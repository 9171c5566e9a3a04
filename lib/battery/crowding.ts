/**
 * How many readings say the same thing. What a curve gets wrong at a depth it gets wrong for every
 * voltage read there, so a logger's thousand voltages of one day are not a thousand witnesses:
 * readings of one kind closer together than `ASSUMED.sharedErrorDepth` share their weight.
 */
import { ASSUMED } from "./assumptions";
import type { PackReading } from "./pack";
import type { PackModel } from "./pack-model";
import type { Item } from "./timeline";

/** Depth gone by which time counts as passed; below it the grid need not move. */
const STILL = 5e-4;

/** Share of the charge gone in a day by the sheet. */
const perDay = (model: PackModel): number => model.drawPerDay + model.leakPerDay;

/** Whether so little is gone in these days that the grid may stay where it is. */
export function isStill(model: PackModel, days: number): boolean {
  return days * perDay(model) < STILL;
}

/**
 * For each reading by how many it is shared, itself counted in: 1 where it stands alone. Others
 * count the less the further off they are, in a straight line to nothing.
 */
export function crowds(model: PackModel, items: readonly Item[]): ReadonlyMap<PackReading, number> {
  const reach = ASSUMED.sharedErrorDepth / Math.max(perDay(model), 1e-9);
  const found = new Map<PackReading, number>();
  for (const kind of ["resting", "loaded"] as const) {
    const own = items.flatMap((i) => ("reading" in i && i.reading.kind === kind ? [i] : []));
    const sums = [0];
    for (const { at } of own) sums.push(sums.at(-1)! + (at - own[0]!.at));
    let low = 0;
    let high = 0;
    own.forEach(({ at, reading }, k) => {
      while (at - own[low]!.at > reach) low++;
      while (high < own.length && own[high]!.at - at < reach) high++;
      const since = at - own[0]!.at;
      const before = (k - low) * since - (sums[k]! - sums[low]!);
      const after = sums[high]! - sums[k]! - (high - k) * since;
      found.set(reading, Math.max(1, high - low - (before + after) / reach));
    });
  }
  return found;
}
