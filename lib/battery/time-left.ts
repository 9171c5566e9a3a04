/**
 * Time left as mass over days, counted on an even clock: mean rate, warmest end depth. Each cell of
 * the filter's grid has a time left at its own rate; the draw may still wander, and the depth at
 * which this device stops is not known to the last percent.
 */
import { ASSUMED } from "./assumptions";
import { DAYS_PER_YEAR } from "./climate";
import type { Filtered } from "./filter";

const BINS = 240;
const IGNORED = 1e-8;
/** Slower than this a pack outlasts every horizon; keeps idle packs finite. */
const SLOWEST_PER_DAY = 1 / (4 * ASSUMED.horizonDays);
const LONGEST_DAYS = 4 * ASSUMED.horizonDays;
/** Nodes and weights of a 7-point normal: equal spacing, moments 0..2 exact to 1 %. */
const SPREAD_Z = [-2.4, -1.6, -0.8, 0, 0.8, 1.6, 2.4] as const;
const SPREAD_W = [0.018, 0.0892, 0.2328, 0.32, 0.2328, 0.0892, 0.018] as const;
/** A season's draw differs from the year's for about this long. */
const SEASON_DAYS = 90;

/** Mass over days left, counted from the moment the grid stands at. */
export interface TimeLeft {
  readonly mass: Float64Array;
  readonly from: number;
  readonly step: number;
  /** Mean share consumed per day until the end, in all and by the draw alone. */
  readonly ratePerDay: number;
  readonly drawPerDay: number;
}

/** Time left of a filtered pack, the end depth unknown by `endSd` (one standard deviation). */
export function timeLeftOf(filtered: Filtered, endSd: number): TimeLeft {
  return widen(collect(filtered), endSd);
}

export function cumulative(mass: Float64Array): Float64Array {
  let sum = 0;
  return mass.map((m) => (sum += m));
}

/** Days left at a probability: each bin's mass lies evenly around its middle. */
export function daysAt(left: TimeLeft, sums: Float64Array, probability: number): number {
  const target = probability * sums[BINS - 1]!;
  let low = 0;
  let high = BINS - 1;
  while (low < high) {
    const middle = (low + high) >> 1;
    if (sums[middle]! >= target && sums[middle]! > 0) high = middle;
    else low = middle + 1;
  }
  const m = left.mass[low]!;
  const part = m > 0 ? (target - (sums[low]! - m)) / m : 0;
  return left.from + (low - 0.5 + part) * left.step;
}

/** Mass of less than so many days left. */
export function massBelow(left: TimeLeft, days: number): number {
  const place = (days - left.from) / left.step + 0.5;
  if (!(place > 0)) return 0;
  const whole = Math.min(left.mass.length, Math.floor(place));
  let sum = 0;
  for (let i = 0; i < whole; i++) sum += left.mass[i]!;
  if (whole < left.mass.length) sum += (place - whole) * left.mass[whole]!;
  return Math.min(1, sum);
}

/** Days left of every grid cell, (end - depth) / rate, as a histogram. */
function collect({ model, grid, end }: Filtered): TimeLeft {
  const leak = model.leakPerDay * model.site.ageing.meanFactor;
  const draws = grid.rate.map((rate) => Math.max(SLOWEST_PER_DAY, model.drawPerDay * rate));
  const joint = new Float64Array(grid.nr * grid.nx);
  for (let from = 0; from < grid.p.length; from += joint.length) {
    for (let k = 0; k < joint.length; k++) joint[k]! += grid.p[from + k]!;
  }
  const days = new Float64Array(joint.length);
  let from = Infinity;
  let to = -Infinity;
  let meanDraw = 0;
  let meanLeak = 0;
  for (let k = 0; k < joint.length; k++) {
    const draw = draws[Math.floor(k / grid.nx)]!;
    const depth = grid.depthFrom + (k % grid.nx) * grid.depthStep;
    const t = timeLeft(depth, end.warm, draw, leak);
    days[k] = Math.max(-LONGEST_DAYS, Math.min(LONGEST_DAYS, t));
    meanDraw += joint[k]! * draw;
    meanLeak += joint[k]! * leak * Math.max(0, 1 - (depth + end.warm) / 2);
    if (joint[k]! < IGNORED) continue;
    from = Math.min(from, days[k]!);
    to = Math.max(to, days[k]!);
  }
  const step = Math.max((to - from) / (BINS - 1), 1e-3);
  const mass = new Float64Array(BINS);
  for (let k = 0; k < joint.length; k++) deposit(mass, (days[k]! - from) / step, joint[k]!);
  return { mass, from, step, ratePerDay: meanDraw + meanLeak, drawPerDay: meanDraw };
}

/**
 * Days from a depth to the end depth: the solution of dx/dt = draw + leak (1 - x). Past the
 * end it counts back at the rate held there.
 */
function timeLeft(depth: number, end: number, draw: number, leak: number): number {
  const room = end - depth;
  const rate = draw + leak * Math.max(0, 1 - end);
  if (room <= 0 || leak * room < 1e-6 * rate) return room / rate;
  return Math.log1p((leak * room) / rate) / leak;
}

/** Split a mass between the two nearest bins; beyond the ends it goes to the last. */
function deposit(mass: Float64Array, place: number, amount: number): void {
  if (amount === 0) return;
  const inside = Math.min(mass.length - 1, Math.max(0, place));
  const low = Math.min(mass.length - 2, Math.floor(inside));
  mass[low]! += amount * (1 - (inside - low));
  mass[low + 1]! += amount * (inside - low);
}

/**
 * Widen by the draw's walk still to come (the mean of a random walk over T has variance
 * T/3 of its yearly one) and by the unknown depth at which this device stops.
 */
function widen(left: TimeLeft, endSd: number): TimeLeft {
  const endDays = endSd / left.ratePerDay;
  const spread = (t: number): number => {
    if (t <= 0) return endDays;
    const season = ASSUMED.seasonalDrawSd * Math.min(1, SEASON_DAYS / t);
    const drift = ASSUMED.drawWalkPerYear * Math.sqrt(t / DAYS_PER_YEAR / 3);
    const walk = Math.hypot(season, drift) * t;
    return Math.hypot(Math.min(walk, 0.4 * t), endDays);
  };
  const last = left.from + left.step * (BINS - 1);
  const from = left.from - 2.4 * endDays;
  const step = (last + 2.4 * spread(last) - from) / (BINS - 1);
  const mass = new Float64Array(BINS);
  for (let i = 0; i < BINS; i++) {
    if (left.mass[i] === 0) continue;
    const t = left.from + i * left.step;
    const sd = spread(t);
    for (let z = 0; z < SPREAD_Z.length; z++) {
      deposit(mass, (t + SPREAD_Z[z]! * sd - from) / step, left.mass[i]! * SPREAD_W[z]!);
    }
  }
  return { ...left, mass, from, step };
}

◇ ◇ ◇

YOUR OBJECTIVE
Provide only the count of lines in the records above that hold the word "stands".

RESULT
2